● **Task inputs**
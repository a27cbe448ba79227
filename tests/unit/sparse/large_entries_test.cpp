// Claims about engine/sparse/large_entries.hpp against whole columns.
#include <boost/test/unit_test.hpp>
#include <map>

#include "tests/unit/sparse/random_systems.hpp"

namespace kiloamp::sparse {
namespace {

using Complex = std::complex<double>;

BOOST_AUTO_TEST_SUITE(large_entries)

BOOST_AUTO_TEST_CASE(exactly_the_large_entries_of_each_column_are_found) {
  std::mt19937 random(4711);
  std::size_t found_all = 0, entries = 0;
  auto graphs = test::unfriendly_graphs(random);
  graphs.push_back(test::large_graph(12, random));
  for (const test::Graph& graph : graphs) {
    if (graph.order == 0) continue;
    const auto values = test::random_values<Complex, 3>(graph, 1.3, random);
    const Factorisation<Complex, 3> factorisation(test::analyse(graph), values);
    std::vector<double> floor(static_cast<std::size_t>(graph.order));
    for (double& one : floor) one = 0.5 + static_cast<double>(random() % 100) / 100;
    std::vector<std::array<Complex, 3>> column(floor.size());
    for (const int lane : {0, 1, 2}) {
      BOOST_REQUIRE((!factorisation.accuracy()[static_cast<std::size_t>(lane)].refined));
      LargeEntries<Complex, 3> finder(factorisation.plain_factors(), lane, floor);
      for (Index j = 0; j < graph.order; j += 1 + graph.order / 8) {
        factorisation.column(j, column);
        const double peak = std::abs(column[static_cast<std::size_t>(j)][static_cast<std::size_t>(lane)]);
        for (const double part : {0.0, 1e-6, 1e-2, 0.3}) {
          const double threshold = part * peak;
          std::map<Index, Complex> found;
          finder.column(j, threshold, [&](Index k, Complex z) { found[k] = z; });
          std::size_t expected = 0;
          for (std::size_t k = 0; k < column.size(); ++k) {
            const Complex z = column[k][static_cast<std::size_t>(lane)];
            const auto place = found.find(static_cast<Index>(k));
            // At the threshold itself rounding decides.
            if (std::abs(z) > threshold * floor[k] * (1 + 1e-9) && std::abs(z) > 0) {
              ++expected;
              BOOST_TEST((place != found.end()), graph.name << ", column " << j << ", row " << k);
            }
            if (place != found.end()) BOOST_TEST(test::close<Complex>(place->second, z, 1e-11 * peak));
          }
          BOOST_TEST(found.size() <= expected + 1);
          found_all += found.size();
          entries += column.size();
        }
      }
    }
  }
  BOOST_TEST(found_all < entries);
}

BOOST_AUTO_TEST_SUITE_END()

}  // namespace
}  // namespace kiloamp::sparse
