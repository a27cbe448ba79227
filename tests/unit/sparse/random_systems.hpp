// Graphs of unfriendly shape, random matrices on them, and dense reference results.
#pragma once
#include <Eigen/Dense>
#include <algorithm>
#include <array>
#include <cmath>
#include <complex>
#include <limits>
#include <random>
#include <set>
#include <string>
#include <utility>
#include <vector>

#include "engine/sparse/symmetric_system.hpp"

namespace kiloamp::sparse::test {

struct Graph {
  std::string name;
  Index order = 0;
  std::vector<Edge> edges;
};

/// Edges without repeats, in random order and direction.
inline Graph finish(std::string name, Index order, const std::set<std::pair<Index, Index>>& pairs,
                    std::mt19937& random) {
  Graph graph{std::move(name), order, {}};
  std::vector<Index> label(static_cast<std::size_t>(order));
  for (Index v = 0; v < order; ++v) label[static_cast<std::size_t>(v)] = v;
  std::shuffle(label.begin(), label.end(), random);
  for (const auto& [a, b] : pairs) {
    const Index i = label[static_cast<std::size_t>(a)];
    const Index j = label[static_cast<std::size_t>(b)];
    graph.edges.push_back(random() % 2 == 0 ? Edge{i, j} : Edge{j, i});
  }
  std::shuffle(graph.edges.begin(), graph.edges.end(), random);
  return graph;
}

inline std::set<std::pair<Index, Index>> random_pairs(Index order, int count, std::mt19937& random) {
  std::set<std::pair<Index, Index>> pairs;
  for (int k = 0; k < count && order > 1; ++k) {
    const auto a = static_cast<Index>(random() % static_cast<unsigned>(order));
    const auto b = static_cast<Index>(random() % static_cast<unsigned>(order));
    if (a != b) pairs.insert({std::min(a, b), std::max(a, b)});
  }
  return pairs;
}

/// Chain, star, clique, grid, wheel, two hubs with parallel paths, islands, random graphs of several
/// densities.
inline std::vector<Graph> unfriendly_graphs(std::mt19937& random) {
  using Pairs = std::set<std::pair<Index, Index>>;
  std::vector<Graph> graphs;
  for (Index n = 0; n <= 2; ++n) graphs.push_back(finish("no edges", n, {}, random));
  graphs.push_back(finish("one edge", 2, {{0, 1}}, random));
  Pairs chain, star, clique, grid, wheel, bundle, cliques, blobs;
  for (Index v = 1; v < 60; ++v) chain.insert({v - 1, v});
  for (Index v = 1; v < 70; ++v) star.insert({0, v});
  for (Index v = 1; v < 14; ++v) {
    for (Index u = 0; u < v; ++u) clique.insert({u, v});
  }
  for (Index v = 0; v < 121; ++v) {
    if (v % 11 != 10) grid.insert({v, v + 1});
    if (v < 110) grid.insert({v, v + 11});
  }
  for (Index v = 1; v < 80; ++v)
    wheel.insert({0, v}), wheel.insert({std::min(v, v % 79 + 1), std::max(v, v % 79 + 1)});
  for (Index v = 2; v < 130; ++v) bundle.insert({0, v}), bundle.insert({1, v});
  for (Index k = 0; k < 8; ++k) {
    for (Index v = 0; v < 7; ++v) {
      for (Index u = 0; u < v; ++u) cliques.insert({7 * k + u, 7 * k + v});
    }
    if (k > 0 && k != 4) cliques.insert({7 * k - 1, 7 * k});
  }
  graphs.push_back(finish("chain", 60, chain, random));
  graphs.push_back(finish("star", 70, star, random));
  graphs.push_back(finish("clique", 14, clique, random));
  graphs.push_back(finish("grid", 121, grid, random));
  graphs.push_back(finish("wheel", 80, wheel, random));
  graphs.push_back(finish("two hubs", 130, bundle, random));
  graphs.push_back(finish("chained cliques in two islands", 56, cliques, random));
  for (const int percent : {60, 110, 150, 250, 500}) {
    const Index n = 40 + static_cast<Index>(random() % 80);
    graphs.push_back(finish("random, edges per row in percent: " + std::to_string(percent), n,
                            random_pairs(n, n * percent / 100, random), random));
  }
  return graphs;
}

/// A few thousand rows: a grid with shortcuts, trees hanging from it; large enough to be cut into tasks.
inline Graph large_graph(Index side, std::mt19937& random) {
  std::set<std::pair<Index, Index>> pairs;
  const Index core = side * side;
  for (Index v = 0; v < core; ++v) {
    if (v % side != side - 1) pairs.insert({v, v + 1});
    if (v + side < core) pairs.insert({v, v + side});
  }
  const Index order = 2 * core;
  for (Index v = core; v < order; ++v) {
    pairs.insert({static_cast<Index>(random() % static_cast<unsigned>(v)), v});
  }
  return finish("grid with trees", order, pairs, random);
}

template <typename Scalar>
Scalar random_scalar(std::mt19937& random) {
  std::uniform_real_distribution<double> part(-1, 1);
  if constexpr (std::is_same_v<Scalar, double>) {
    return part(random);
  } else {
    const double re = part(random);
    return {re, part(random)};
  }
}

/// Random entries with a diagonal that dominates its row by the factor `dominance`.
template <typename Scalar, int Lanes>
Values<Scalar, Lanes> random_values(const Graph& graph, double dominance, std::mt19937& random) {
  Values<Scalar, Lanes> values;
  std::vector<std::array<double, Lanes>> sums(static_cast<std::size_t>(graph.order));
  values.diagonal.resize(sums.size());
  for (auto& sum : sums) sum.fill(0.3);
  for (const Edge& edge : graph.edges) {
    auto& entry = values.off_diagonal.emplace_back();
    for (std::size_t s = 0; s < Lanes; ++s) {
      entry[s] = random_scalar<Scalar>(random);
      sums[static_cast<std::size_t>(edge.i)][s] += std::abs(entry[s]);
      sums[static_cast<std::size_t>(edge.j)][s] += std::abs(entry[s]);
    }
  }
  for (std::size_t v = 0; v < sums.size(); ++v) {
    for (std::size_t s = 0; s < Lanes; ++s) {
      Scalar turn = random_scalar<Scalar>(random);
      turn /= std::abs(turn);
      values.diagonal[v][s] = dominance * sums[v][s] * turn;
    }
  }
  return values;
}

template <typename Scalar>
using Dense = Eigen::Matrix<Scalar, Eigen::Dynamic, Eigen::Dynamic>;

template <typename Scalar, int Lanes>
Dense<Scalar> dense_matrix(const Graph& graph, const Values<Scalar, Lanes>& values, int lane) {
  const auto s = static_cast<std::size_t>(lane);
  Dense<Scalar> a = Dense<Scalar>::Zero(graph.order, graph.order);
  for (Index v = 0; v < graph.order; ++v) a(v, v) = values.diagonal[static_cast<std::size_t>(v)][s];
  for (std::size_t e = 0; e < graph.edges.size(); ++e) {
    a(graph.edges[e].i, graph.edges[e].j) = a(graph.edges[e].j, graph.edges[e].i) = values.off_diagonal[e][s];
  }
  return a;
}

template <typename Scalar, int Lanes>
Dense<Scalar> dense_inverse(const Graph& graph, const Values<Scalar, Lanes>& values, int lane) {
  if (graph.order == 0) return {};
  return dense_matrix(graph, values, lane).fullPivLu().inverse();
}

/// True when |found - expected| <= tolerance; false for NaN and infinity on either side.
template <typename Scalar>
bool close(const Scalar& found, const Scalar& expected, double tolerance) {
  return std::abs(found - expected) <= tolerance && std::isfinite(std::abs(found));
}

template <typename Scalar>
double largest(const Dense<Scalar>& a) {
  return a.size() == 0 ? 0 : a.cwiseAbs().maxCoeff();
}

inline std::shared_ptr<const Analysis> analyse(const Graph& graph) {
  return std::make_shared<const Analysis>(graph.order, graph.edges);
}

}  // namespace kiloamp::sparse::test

● **About this task**
From the entries above, print the lines beginning at the one with "std::map<Index, Complex> found;" and stopping after the one with "std::vector<Index> label(static_cast<std::size_t>(order));", exactly as written and with nothing else.

● **Response box**
          std::map<Index, Complex> found;
          finder.column(j, threshold, [&](Index k, Complex z) { found[k] = z; });
          std::size_t expected = 0;
          for (std::size_t k = 0; k < column.size(); ++k) {
            const Complex z = column[k][static_cast<std::size_t>(lane)];
            const auto place = found.find(static_cast<Index>(k));
            // At the threshold itself rounding decides.
            if (std::abs(z) > threshold * floor[k] * (1 + 1e-9) && std::abs(z) > 0) {
              ++expected;
              BOOST_TEST((place != found.end()), graph.name << ", column " << j << ", row " << k);
            }
            if (place != found.end()) BOOST_TEST(test::close<Complex>(place->second, z, 1e-11 * peak));
          }
          BOOST_TEST(found.size() <= expected + 1);
          found_all += found.size();
          entries += column.size();
        }
      }
    }
  }
  BOOST_TEST(found_all < entries);
}

BOOST_AUTO_TEST_SUITE_END()

}  // namespace
}  // namespace kiloamp::sparse
repository a27cbe448ba79227
filename tests/unit/sparse/random_systems.hpp
// Graphs of unfriendly shape, random matrices on them, and dense reference results.
#pragma once
#include <Eigen/Dense>
#include <algorithm>
#include <array>
#include <cmath>
#include <complex>
#include <limits>
#include <random>
#include <set>
#include <string>
#include <utility>
#include <vector>

#include "engine/sparse/symmetric_system.hpp"

namespace kiloamp::sparse::test {

struct Graph {
  std::string name;
  Index order = 0;
  std::vector<Edge> edges;
};

/// Edges without repeats, in random order and direction.
inline Graph finish(std::string name, Index order, const std::set<std::pair<Index, Index>>& pairs,
                    std::mt19937& random) {
  Graph graph{std::move(name), order, {}};
  std::vector<Index> label(static_cast<std::size_t>(order));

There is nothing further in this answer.